RISCOPERTE
La Reverdie festeggia 30 anni alla ricerca di un Medioevo non oscurantista fatto di canti, canzonieri e corali da Dante a Du Fay
Il Medioevo, anche presso gli italiani che da esso dovrebbero trarre una parte caratterizzante della nostra identità culturale e linguistica, soffre per via di numerosi luoghi comuni, a cominciare dal connotato proverbialmente negativo di chi accusa: “Siamo tornati nel Medioevo!”. Insieme a Claudia Caffagni - membro fondatore e portavoce dell’ensemble La Reverdie, nato trent’anni fa e composto oggi da lei, dalla sorella Livia, da Elisabetta de Mircovich e dal suonatore di cornetto Doron Sherwin - attraversiamo la storia di un quarto di secolo di vita musicale intesa a riportare la luce sui “secoli bui”. “Molto del nostro impegno”, afferma l’artista bolognese, “è stato speso a sfatare simili pregiudizi: il contrasto luce/tenebre è stato anche oggetto di uno dei nostri dischi, Nox Lux e a ben guardare il nostro stesso nome, La Reverdie, allude alla luce che contraddistingue il ritorno della bella stagione, sempre salutato con gioia durante il Medioevo, la cui estetica era legata al colore e ai contrasti: basti pensare che molte delle architetture romaniche e gotiche, oggi visibili ‘in bianco’, intendevano la luce e il colore proprio come strumenti utili a esorcizzare l’oscurità. C’è ancora chi associa i sentimenti quasi solo al Romanticismo, ma basta guardare le fonti musicali dai primordi fino al Quattrocento inoltrato per capire subito come la fantasia e la vitalità pervadano ogni testimonianza di quell’epoca”. Superata una prima coltre di pregiudizi, Medioevo significa soprattutto poesia e pittura, Dante e Cimabue, Petrarca e Giotto, autori di una Commedia divisa in “canti”, di un “canzoniere” e
di affreschi fortemente “corali” (vedi la Cappella Scrovegni), ma la musica medievale continua a sembrare un repertorio bizzarro, tutt’al più un’amena curiosità, finché non interviene l’alleanza militante fra prassi esecutiva e musicologia: “Presentare la musica correlata alla letteratura è un’attività che svolgiamo sin dall’inizio, per esempio da un progetto dei primi anni Novanta che dedicammo alle Laude mettendole in relazione con la Legenda aurea di Jacopo da Varagine, opera sommamente rappresentativa del tardo Duecento e del Trecento italiano.
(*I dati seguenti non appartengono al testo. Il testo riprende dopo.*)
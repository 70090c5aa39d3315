"""Compiled kernels of the random-byte threshold draw (numba), with their numpy twins.

The Monte Carlo engine (:mod:`stratagap.inference._engines.monte_carlo`) draws the smaller group of a stratum of
``n_s`` units by giving every unit one random byte per resample. This module holds the two
steps that touch every unit, in two implementations that give IDENTICAL results:

* :func:`thresholds`: per resample, the byte value ``c`` with ``#{u < c} <= m_s < #{u <= c}``
  (unique, since the counts increase with ``c``), the count below it and the count at it;
* :func:`masked_sums`: per resample, the drawn set (every unit with ``u < c`` plus the
  ``m_s - #{u < c}`` units at ``c`` with the smallest 64-bit random keys, ties of keys by
  position) and the sums of each value column over it.

The random numbers are always drawn by numpy (``Generator.bit_generator.random_raw``) in the
caller, so both implementations see the same streams. Both sum in ONE fixed order, so the
floating-point results are equal bit for bit: unit ``q`` goes to lane ``q mod 8``; each lane
adds its units in increasing ``q`` (from 0.0; numpy starts from the first unit, which
differs at most in the sign of an all-zero lane, equal under ``==``); the lanes are combined as
``((l0 + l1) + (l2 + l3)) + ((l4 + l5) + (l6 + l7))``. (Eight independent lanes let the
compiled loop run at about 0.45 ns per unit on the benchmark machine instead of about 4 ns
for one dependent chain; a numpy ``sum`` uses pairwise blocks whose order depends on the numpy
build, so it could not be matched.) The compiled kernels release the GIL (``nogil``), so
threads drawing different blocks of resamples run in parallel.

The compiled path is used when numba imports and the environment variable
``STRATAGAP_NO_JIT`` is not set to a non-empty value other than ``0``; otherwise the numpy
twins run (about 7x slower at n = 10^6: 17 against 2.4 ms per resample, one thread).
Compilation happens once per machine (``cache=True`` writes it next to the module's
``__pycache__``; about 2 s the first time).
"""

from __future__ import annotations

import os

import numpy as np

try:  # numba is optional at run time: the numpy twins give the same results
    import numba as _numba
except ImportError:  # pragma: no cover - exercised with STRATAGAP_NO_JIT in the tests
    _numba = None

LANES = 8


def jit_available() -> bool:
    """True when the compiled kernels are used (numba present, STRATAGAP_NO_JIT unset)."""
    flag = os.environ.get("STRATAGAP_NO_JIT", "")
    return _numba is not None and flag in ("", "0")


# ----------------------------------------------------------------------------- numpy twins
def thresholds_numpy(u: np.ndarray, m_s: int):
    """``(c, lt, nt)`` per row of ``u`` (h, n) uint8: threshold, count below, count at it."""
    h, n = u.shape
    c = np.full(h, (256 * m_s) // n, dtype=np.int64)
    while True:
        cu = c[:, None].astype(np.uint8)
        below = np.count_nonzero(u < cu, axis=1)
        at = np.count_nonzero(u == cu, axis=1)
        down, up = below > m_s, below + at <= m_s
        if not (down.any() or up.any()):
            return c, below.astype(np.int64), at.astype(np.int64)
        c = c - down + up  # usually 0-2 steps: the count is near its mean


def lane_sum_rows(x: np.ndarray) -> np.ndarray:
    """Sums of the rows of ``x`` (h, n) in the module's fixed order (8 lanes, then pairs)."""
    h, n = x.shape
    pad = (-n) % LANES
    if pad:
        x = np.concatenate([x, np.zeros((h, pad))], axis=1)
    z = x.reshape(h, -1, LANES)
    # Reducing the middle axis of a C-ordered (h, R, 8) array: numpy's inner loop runs along
    # the 8 lanes and adds row r into the accumulators for r = 0, 1, ...: sequential in each
    # lane (tests/inference/test_compiled.py checks it against a plain Python loop, bit for bit).
    lanes = np.add.reduce(z, axis=1)
    return (((lanes[:, 0] + lanes[:, 1]) + (lanes[:, 2] + lanes[:, 3]))
            + ((lanes[:, 4] + lanes[:, 5]) + (lanes[:, 6] + lanes[:, 7])))


def masked_sums_numpy(u, c, lt, nt, keys, m_s, vals):
    """Sums ``(k, h)`` of ``vals`` (k, n) over the drawn set of each row of ``u`` (h, n)."""
    h, n = u.shape
    cu = c[:, None].astype(np.uint8)
    keep = u < cu
    tied = np.flatnonzero(u == cu)  # row-major: row by row, positions increasing
    row = tied // n
    order = np.lexsort((keys, row))  # by row, then key; equal keys keep position order
    first = np.concatenate([[0], np.cumsum(nt)[:-1]])
    rank = np.arange(order.size) - first[row[order]]
    picked = order[rank < (m_s - lt)[row[order]]]
    keep.reshape(-1)[tied[picked]] = True
    out = np.empty((vals.shape[0], h))
    for j in range(vals.shape[0]):
        out[j] = lane_sum_rows(vals[j] * keep)
    return out


# ----------------------------------------------------------------------------- compiled
def _thresholds_py(u, m_s, c_out, lt_out, nt_out):
    h, n = u.shape
    for i in range(h):
        row = u[i]
        c = (256 * m_s) // n
        while True:
            lt = 0
            at = 0
            for q in range(n):
                x = row[q]
                lt += x < c
                at += x == c
            if lt > m_s:
                c -= 1
            elif lt + at <= m_s:
                c += 1
            else:
                break
        c_out[i] = c
        lt_out[i] = lt
        nt_out[i] = at


def _masked_sums_py(u, c, lt, nt, keys, m_s, vals, out):
    h, n = u.shape
    k = vals.shape[0]
    n8 = n - n % 8
    n64 = n - n % 64
    mask = np.empty(n, dtype=np.uint8)
    table = np.array([0.0, 1.0])  # a lookup, not a bool->float conversion: vectorizes
    kp = 0
    pos = np.empty(n, dtype=np.int64)
    for i in range(h):
        row = u[i]
        cu = np.uint8(c[i])
        need = m_s - lt[i]
        w = 0
        for q0 in range(0, n64, 64):  # the mask, and the positions of the units at byte c:
            hit = np.uint8(0)         # a vectorized any-equal test per 64 bytes (about 1 in 4
            for q in range(q0, q0 + 64):  # blocks holds one), then a scan of that block
                x = row[q]
                mask[q] = np.uint8(1) if x < cu else np.uint8(0)
                hit |= np.uint8(1) if x == cu else np.uint8(0)
            if hit:
                for z in range(q0, q0 + 64):
                    if row[z] == cu:
                        pos[w] = z
                        w += 1
        for z in range(n64, n):
            mask[z] = np.uint8(1) if row[z] < cu else np.uint8(0)
            if row[z] == cu:
                pos[w] = z
                w += 1
        if need > 0:
            order = np.argsort(keys[kp:kp + nt[i]], kind="mergesort")  # stable
            for z in range(need):
                mask[pos[order[z]]] = 1
        kp += nt[i]
        for j in range(k):
            v = vals[j]
            a0 = a1 = a2 = a3 = a4 = a5 = a6 = a7 = 0.0
            for q in range(0, n8, 8):
                a0 += v[q] * table[mask[q]]
                a1 += v[q + 1] * table[mask[q + 1]]
                a2 += v[q + 2] * table[mask[q + 2]]
                a3 += v[q + 3] * table[mask[q + 3]]
                a4 += v[q + 4] * table[mask[q + 4]]
                a5 += v[q + 5] * table[mask[q + 5]]
                a6 += v[q + 6] * table[mask[q + 6]]
                a7 += v[q + 7] * table[mask[q + 7]]
            rem = n - n8  # the tail joins lanes 0..rem-1, as in lane_sum_rows
            if rem > 0:
                a0 += v[n8] * table[mask[n8]]
            if rem > 1:
                a1 += v[n8 + 1] * table[mask[n8 + 1]]
            if rem > 2:
                a2 += v[n8 + 2] * table[mask[n8 + 2]]
            if rem > 3:
                a3 += v[n8 + 3] * table[mask[n8 + 3]]
            if rem > 4:
                a4 += v[n8 + 4] * table[mask[n8 + 4]]
            if rem > 5:
                a5 += v[n8 + 5] * table[mask[n8 + 5]]
            if rem > 6:
                a6 += v[n8 + 6] * table[mask[n8 + 6]]
            out[j, i] = ((a0 + a1) + (a2 + a3)) + ((a4 + a5) + (a6 + a7))


if _numba is not None:
    # no fastmath: the order of the additions is part of the result
    _thresholds_jit = _numba.njit(nogil=True, cache=True, boundscheck=False)(_thresholds_py)
    _masked_sums_jit = _numba.njit(nogil=True, cache=True, boundscheck=False)(_masked_sums_py)
else:  # pragma: no cover
    _thresholds_jit = _masked_sums_jit = None


def thresholds(u: np.ndarray, m_s: int, jit: bool):
    """``(c, lt, nt)`` (int64, per row of ``u``); compiled or numpy, same values."""
    if not jit:
        return thresholds_numpy(u, m_s)
    h = u.shape[0]
    c, lt, nt = (np.empty(h, dtype=np.int64) for _ in range(3))
    _thresholds_jit(u, m_s, c, lt, nt)
    return c, lt, nt


def masked_sums(u, c, lt, nt, keys, m_s, vals, jit: bool) -> np.ndarray:
    """Sums ``(k, h)`` over the drawn sets; compiled or numpy, bit-identical."""
    if not jit:
        return masked_sums_numpy(u, c, lt, nt, keys, m_s, vals)
    out = np.empty((vals.shape[0], u.shape[0]))
    _masked_sums_jit(u, c, lt, nt, keys, m_s, vals, out)
    return out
Il metodo interdisciplinare ha caratterizzato da sempre molti dei nostri programmi, fino a uno dei più recenti, dedicato alla Commedia e realizzato insieme al cantautore e scrittore David Riondino. La letteratura, la poesia, ma anche la miniatura e le altre arti figurative, devono sempre informare la programmazione musicale”.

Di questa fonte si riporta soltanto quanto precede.